For automatically generating appropriate documentation for such a model, the per-row prediction schema could be described as:
proba_ratings_prediction_schema = Object(
'Return a prediction with upper and lower bounds',
properties={
'lower_bound': Number(
'Lower bound on the prediction. '
'Actual values should fall below this range just 5% of the time'),
'expected_value': Number(
'The average value we expect actual values to take.'),
'upper_bound': Number(
'Upper bound on the prediction. '
'Actual values should fall above this range just 95% of the time'),
},
reference_name='ProbaModelPrediction')
And the prediction service could be instantiated as:
probabilistic_service = PredictionService(
model=ProbabilisticRatingsModel(),
name='proba-model',
api_version='v1',
feature_schema=ratings_feature_schema,
prediction_schema=proba_ratings_prediction_schema)
In your own tests of probabilistic_service
, you can validate the response data by:
probabilistic_service.response_schema.validate(response)
Warning
There is also experimental support for automatic response validation: PredictionService(..., validate_response_data=True)
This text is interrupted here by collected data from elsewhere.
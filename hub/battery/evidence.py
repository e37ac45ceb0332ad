"""The pieces of evidence for the end of charge, each with its own numbers.

Each function looks at one thing and says what it found: a value, the limit it is held against, when, and a weight in
units of log-odds, positive for a full pack.

Sources of the figures, by the names used below: *Panasonic*, Charge Methods for Nickel Metal Hydride Batteries;
*sheet*, the specification of a 450 mAh AAA cell; *PowerStream*, the engineering note NiMH Charging; *SLUA516*, Texas
Instruments, by way of a public safety note; *[M]*, common figures from memory. Weights are ours, chosen on simulated
packs of many kinds.
"""

from dataclasses import dataclass
from typing import Any

import numpy as np

from hub.battery.balance import Balance
from hub.battery.curve import Curve
from hub.battery.flow import Flow
from hub.battery.heat import Heat
from hub.battery.spec import NodeSpec, PackSpec
from hub.series import Floats, Mask

# A drop from the peak counts at a sustained rate only, and not in the first ten minutes (Panasonic).
HOLD_OFF_S = 600.0
DROP_V = 0.005  # a cell (sheet); others give 3 to 17 mV, mostly 5 to 10
DROP_RATE_IT = 0.3  # reliable from C/2, marginal at C/3 (SLUA516)
SAME_RATE = 0.2
DROP_STEPS = 2
SETTLE_S = 600.0
MEDIAN_STEPS = 5
NOISE_FACTOR = 4.0
# Temperature slope: 0.8 °C/min at 0.5 It (sheet), in proportion to the rate below.
SLOPE_K_PER_MIN = 0.8
SLOPE_AT_IT = 0.5
SLOPE_WINDOW_S = 180.0
# Plateau: what counts is charge, not time, because the current wanders.
PLATEAU_RISE_V = 0.003
PLATEAU_IT_H = 0.04
KNEE_RISE_V = 0.010
KNEE_IT_H = 0.15
# Level: a cell needs 1.41 V at 20 °C to fill at 0.1 It (PowerStream); under charge it falls by 3 mV a kelvin [M].
LEVEL_V = 1.41
LEVEL_LOW_V = 1.36
VOLT_PER_K = 0.003
# Charge factor: 1.1 to 1.25 at C/2 to C/3 (SLUA516 note), more from a shallow discharge. Self-discharge: a standard
# cell loses about 20 % in 28 days at 20 °C [M].
FACTOR, FACTOR_SPREAD = 1.15, 0.12
SELF_DISCHARGE_PER_DAY = 0.007
# A pack of unknown level certainly overflows after this much of its rated capacity net.
BRIM, BRIM_SPREAD = 1.30, 0.15
IMPOSSIBLE = 1.3
# Heat: a pack counts as full when a tenth of the charging power is stored and the rest is heat.
FULL_SHARE = 0.90
MET_SHARE = 0.70
HALF_SHARE = 0.55
CONTRAST = 2.5
AT_REST = 0.9
LEAST_OF_EXPECTED = 0.6
VISIBLE_K = 1.0
# 28 g and about 1 J/(g K) for an AA cell of 2 to 2.2 Ah [M], and something for its holder.
HEAT_J_PER_K_AH = 15.0
# Other numbers of the search.
LOW_RATE_IT = 0.1
LEAST_STEPS = 3
PLATEAU_SPREAD_S = 1800.0
GRID_IT_H = 0.005
REST_MS = 30 * 60_000
# Log-odds of a finding that is met.
DROP_WEIGHT, LOW_RATE_WEIGHT = 4.5, 1.5
SLOPE_WEIGHT = 3.0
PLATEAU_WEIGHT, RISING_WEIGHT = 2.5, -1.0
LEVEL_WEIGHT = 1.3
HEAT_WEIGHT = 3.5
BALANCE_WEIGHTS, BRIM_WEIGHTS = (-4.0, 1.5), (0.0, 3.0)


@dataclass(frozen=True, slots=True)
class Evidence:
    """One finding.

    Attributes
    ----------
    rule
        Its name.
    met
        Whether it speaks for a full pack.
    value, limit, unit
        What was found and what it is held against.
    at_ms, spread_s
        When the pack became full by this rule, and the standard uncertainty of that; ``None`` where it does not say.
    weight
        Log-odds it adds.
    decisive
        False where the conditions were too weak for the rule to stand alone.
    """

    rule: str
    met: bool
    value: float
    limit: float
    unit: str
    weight: float
    at_ms: int | None = None
    spread_s: float | None = None
    decisive: bool = True

    def as_json(self) -> dict[str, Any]:
        """Plain values, rounded to what they are worth."""
        return {
            "met": self.met,
            "value": round(self.value, 5),
            "limit": round(self.limit, 5),
            "unit": self.unit,
            "weight": round(self.weight, 2),
            "at_ms": self.at_ms,
        }


def voltage_drop(curve: Curve, pack: PackSpec) -> Evidence | None:
    """Fall of the cell voltage from its peak at a sustained rate, the -dV of the handbooks.

    What warmer air alone would do to the voltage is taken out.
    ``None`` where the rate never was high enough for a drop to be seen.
    """
    rate = _sustained(curve) / pack.rated_capacity_ah
    ready = (_charging_s(curve) > HOLD_OFF_S) & (rate >= LOW_RATE_IT) & _steady(curve) & np.isfinite(curve.cell_v)
    if np.count_nonzero(ready) <= DROP_STEPS:
        return None
    warming = curve.air_c - curve.air_c[0]
    cell = _smooth(curve.cell_v + VOLT_PER_K * np.where(np.isfinite(warming), np.maximum(warming, 0.0), 0.0))
    tried = np.where(ready, cell, -np.inf)
    highest = np.maximum.accumulate(tried)
    peak = np.maximum.accumulate(np.where(tried >= highest, np.arange(tried.size), 0))
    current = _sustained(curve)
    same = ready & (np.abs(current - current[peak]) <= SAME_RATE * current[peak])
    drop = np.where(same, highest - cell, 0.0)
    limit = max(DROP_V, NOISE_FACTOR * curve.noise_v)
    confirmed = np.flatnonzero(_lasting(drop >= limit, DROP_STEPS))
    k = int(confirmed[0]) if confirmed.size else int(np.argmax(drop))
    strength = float(rate[peak[k]])
    met = bool(confirmed.size)
    return Evidence(
        rule="voltage-drop",
        met=met,
        value=float(drop[k]),
        limit=limit,
        unit="V per cell",
        weight=(DROP_WEIGHT if strength >= DROP_RATE_IT else LOW_RATE_WEIGHT) if met else 0.0,
        at_ms=int(curve.time_ms[peak[k]]) if met else None,
        spread_s=1.5 * curve.step_s if met and strength >= DROP_RATE_IT else None,
        decisive=strength >= DROP_RATE_IT,
    )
. Enabling this feature triggers a warning stating that it may increase response latency and produce confusing error messages for users. This should only be used for testing/debugging.
Subclassing BaseService¶
By subclassing BaseService
it is possible to expose arbitrary Python code. Consider complex input and output schemas such as:
from porter.schemas import Object, Array, String, Integer
custom_service_input = Object(
properties={
'string_with_enum_prop': String(additional_params={'enum': ['a', 'b', 'abc']}),
'an_array': Array(item_type=Number()),
'another_property': Object(properties={'a': String(), 'b': Integer()}),
'yet_another_property': Array(item_type=Object(additional_properties_type=String()))
},
reference_name='CustomServiceInputs'
)
custom_service_output_success = Object(
properties={
'request_id': request_id,
'model_context': model_context,
'results': Array(item_type=String())
}
)
A minimal app implementing and documenting this interface might look like:
from porter.services import BaseService, ModelApp
class CustomService(BaseService):
# action: required property or class attribute
action = 'custom-action'
# route_kwargs: required property or class attribute
route_kwargs = {'methods': ['POST']}
# status: required property
@property
def status(self):
return 'READY'
# serve: required method taking no arguments
def serve(self):
data = self.get_post_data()
return {'results': ['foo', 'bar']}
custom_service = CustomService(
name='custom-service',
api_version='v1',
validate_request_data=True)
custom_service.add_request_schema('POST', custom_service_input)
custom_service.add_response_schema('POST', 200, custom_service_output_success)
custom_app = ModelApp([custom_service], expose_docs=True)
This would expose an endpoint /custom-service/v1/custom-action
.
Note
Unlike PredictionService
, custom subclasses of BaseService
will receive POST data and deliver response data directly, with no automatic conversion to pandas.DataFrame
.
For a more complex example that serves calculations from a callable function, more closely matching the behavior of PredictionService
, see the function_service.py example script.